**WORK ITEM**
Below are some records. Copy every line in them that holds "withRank".

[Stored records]

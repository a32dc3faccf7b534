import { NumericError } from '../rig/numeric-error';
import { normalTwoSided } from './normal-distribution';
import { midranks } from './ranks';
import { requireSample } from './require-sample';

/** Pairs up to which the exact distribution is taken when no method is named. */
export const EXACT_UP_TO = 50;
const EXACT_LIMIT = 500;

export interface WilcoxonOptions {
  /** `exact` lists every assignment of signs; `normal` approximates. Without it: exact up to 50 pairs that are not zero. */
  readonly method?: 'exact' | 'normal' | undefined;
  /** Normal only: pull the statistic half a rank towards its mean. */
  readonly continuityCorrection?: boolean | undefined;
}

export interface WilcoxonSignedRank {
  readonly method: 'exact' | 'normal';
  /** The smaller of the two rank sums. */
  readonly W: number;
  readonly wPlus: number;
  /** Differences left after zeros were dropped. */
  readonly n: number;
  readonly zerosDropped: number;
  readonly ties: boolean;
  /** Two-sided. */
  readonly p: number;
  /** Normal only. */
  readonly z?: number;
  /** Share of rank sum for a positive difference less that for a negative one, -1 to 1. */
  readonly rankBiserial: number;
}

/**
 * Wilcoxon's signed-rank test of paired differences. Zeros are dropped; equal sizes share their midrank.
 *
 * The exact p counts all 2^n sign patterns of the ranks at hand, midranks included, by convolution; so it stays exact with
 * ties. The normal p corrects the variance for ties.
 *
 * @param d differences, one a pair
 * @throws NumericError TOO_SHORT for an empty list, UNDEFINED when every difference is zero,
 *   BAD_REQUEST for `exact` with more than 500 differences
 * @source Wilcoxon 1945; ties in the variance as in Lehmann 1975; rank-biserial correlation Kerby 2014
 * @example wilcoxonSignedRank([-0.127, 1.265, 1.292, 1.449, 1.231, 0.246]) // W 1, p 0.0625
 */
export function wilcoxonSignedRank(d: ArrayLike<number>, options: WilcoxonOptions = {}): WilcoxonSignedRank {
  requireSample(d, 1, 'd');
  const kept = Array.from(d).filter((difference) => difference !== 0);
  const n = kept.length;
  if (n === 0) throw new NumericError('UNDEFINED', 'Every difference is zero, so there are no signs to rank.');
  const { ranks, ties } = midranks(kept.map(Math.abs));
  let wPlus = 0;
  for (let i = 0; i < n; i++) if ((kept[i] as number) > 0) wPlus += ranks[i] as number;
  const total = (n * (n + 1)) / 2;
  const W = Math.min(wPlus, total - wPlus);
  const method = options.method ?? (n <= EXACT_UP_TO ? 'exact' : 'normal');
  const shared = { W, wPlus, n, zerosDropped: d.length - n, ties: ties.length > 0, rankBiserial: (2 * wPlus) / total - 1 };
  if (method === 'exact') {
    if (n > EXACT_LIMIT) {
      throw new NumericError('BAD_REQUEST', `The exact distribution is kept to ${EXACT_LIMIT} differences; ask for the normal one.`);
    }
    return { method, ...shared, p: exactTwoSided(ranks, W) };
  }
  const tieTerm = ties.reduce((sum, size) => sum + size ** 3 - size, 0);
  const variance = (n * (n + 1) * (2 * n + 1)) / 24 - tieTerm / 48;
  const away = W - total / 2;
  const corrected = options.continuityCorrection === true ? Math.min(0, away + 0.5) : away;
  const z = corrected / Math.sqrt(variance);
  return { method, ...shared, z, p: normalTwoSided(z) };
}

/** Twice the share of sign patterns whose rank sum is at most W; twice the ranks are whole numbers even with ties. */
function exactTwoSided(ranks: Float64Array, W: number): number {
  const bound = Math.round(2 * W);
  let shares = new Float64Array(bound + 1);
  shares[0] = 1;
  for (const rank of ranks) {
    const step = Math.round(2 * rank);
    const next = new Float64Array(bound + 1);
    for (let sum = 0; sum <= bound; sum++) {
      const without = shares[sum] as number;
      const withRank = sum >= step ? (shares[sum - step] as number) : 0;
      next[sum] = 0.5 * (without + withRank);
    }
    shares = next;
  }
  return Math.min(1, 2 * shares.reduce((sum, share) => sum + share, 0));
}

**RESULT OF THE EXERCISE**
      const withRank = sum >= step ? (shares[sum - step] as number) : 0;
      next[sum] = 0.5 * (without + withRank);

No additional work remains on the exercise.